WORK ITEM |
If a line in the entries contains the string "geometry", include that line in your answer.

TASK INPUTS |
= = = = =
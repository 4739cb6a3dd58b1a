"""Cut-angle geometry against the trade's ghost-ball construction.

Trade geometry (common practice, no source): the ghost ball sits two radii
behind the object ball on the line to the target; the ball-hit fraction is
1 - sin(cut): full at 0, half at 30 degrees, none at 90.
"""

import math

import pytest
from hypothesis import given
from hypothesis import strategies as st

from shotplan.aim import (
    aim_at,
    contact_fraction,
    cut_angle_deg,
    cut_for_fraction_deg,
    ghost_ball,
    mirror_point,
    overlap_word,
)

R = 0.028575


def test_ghost_ball_hand_worked():
    # Object ball at (1, 1), target straight along +x at (2, 1): the ghost
    # ball is 2R behind, at (1 - 2R, 1). Worked by hand.
    g = ghost_ball((1.0, 1.0), (2.0, 1.0), R)
    assert g == pytest.approx((1.0 - 2 * R, 1.0))


@pytest.mark.parametrize("cut", [0.0, 10.0, 30.0, 45.0, 60.0, 80.0])
def test_cut_angle_of_a_constructed_cut(cut):
    # Build the cue ball on a line through the ghost ball at the given angle
    # to the object ball's line (hand construction), then measure it back.
    ob, target = (1.2, 0.6), (2.4, 0.6)
    g = ghost_ball(ob, target, R)
    a = math.radians(cut)
    cue = (g[0] - 0.7 * math.cos(a), g[1] - 0.7 * math.sin(a))
    assert cut_angle_deg(cue, ob, target, R) == pytest.approx(cut, abs=1e-9)
    aim = aim_at(cue, ob, target, R)
    assert aim.cue_distance == pytest.approx(0.7)
    # contact point: midway between the centres at contact
    assert aim.contact == pytest.approx(((g[0] + ob[0]) / 2, (g[1] + ob[1]) / 2))


@pytest.mark.parametrize("cut,fraction", [(0.0, 1.0), (30.0, 0.5), (90.0, 0.0),
                                          (14.4775, 0.75), (48.5904, 0.25)])
def test_contact_fraction_trade_values(cut, fraction):
    # common practice, no source: full, half-ball at 30 deg, 3/4 at 14.5, 1/4 at 48.6
    assert contact_fraction(cut) == pytest.approx(fraction, abs=1e-4)
    assert cut_for_fraction_deg(fraction) == pytest.approx(cut, abs=1e-3)


@given(st.floats(0.0, 89.9))
def test_fraction_is_one_minus_sine(cut):
    assert contact_fraction(cut) == pytest.approx(1 - math.sin(math.radians(cut)))


@pytest.mark.parametrize("fraction,word", [(1.0, "full"), (0.75, "three-quarter"),
                                           (0.5, "half"), (0.25, "quarter"), (0.05, "thin")])
def test_overlap_words(fraction, word):
    assert overlap_word(fraction) == word


def test_mirror_point_bank_construction():
    # A rail along y = 0 with inward normal +y, contact line at y = 0.0275:
    # the image of (1, 0.5) is (1, 2*0.0275 - 0.5). Worked by hand.
    assert mirror_point((1.0, 0.5), (0.0, 0.0), (0.0, 1.0), 0.0275) == pytest.approx(
        (1.0, 0.055 - 0.5))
= = = = =
RESULT OF THE EXERCISE |
"""Cut-angle geometry against the trade's ghost-ball construction.
Trade geometry (common practice, no source): the ghost ball sits two radii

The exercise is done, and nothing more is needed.